Run the full stack locally with Docker Compose:

```bash
cd infra
cp .env.example .env
# Edit .env with your AWS credentials

docker-compose up -d
```

Local services:

- **LiteLLM**: [http://localhost:4000](http://localhost:4000)
- **Grafana**: [http://localhost:3000](http://localhost:3000) (admin/admin)
- **Victoria Metrics**: [http://localhost:8428](http://localhost:8428)

### CI/CD Pipeline

```mermaid
flowchart LR
    subgraph PR["Pull Request"]
        scan1[Security Scan]
        tf_plan[Terraform Plan]
    end

    subgraph Main["Push to Main"]
        scan2[Security Scan]
        trivy[Trivy Scan]
        checkov[Checkov Scan]
        validate[TF Validate]
        changes{Grafana<br/>changed?}
        build[Build Grafana]
        deploy[Deploy POC]
    end

    scan1 --> tf_plan
    scan2 --> trivy --> checkov --> validate --> changes
    changes -->|Yes| build --> deploy
    changes -->|No| skip[Skip]
```


| Workflow | Description | Trigger |
| -------------------- | ------------------------------------------------ | ------------- |
| `ci.yml` | Security scan, Terraform validate, build, deploy | Push to main |
| `terraform-plan.yml` | Terraform plan with PR comment | Pull requests |


![GitHub Pipeline](https://res.cloudinary.com/ethzero/image/upload/v1769078071/ai/stargate-llm/stargate-github-pipeline.png)

![GitHub Actions](https://res.cloudinary.com/ethzero/image/upload/v1769078071/ai/stargate-llm/stargate-github-actions.png)

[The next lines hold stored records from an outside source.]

import Stripe from 'stripe';
import type { FakeDelivery, FakeState } from './state.js';

const LOOK_EVERY_MILLISECONDS = 50;
const ANSWER_WITHIN_MILLISECONDS = 10_000;
const LONGEST_WAIT_MILLISECONDS = 60_000;

export interface CourierOptions {
  readonly webhookSecret: string;
  /** Before the second try; doubled with each further one. */
  readonly firstWaitMilliseconds: number;
}

/** Brings words to the product, again and again until it takes them. */
export class Courier {
  /** Where words go; null holds them back. */
  address: string | null = null;
  private readonly timer: NodeJS.Timeout;
  private readonly underWay = new Map<string, Promise<void>>();

  constructor(
    private readonly state: FakeState,
    private readonly options: CourierOptions,
    private readonly changed: () => Promise<void>,
    /** Called before each look, for what happens by time alone. */
    private readonly passTime: () => boolean,
  ) {
    this.timer = setInterval(() => this.look(), LOOK_EVERY_MILLISECONDS);
  }

  async close(): Promise<void> {
    clearInterval(this.timer);
    await Promise.all(this.underWay.values());
  }

  private look(): void {
    if (this.passTime()) void this.changed();
    const { address } = this;
    if (address === null) return;
    for (const delivery of this.state.deliveries) {
      if (delivery.dueAt > Date.now() || this.underWay.has(delivery.id)) continue;
      const bringing = this.bring(delivery, address).finally(() => this.underWay.delete(delivery.id));
      this.underWay.set(delivery.id, bringing);
    }
  }

  private async bring(delivery: FakeDelivery, address: string): Promise<void> {
    if (await this.taken(delivery.payload, address)) {
      this.state.deliveries = this.state.deliveries.filter(({ id }) => id !== delivery.id);
    } else {
      const wait = this.options.firstWaitMilliseconds * 2 ** delivery.tries;
      delivery.tries += 1;
      delivery.dueAt = Date.now() + Math.min(wait, LONGEST_WAIT_MILLISECONDS);
    }
    await this.changed();
  }

  private async taken(payload: string, address: string): Promise<boolean> {
    try {
      const answer = await fetch(address, {
        method: 'POST',
        headers: {
          'Content-Type': 'application/json; charset=utf-8',
          'Stripe-Signature': signatureOf(payload, this.options.webhookSecret),
        },
        body: payload,
        signal: AbortSignal.timeout(ANSWER_WITHIN_MILLISECONDS),
      });
      await answer.arrayBuffer();
      return answer.ok;
    } catch {
      return false;
    }
  }
}

export const signatureOf = (payload: string, secret: string): string =>
  Stripe.webhooks.generateTestHeaderString({ payload, secret });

### Operational Workflows (Manual)


| Workflow | Description | Inputs |
| ----------------- | -------------------------- | ------------------------- |
| `ecs-restart.yml` | Restart ECS services | service (or all) |
| `ecs-logs.yml` | Download container logs | service, duration, filter |
| `ecs-status.yml` | View cluster status | - |
| `ecs-scale.yml` | Scale services (0-3 tasks) | service, count |
| `ecs-exec.yml` | Execute debug commands | service, command |
| `rds-status.yml` | Database metrics | - |


> **Note**: Operational workflows require `poc` environment approval for security.

### Estimated Costs


| Component | Monthly Cost |
| ----------------------------------------------------- | ------------ |
| ECS Fargate (LiteLLM + Langfuse + Grafana + Victoria) | ~$55 |
| RDS PostgreSQL (db.t4g.micro) | ~$12 |
| NAT Instance (t3.nano) | ~$3 |
| CloudFront | ~$1-5 |
| **Total Fixed** | **~$70-75** |
| Bedrock Usage | Pay per use |


---

## License

MIT License - See [LICENSE](LICENSE) for details.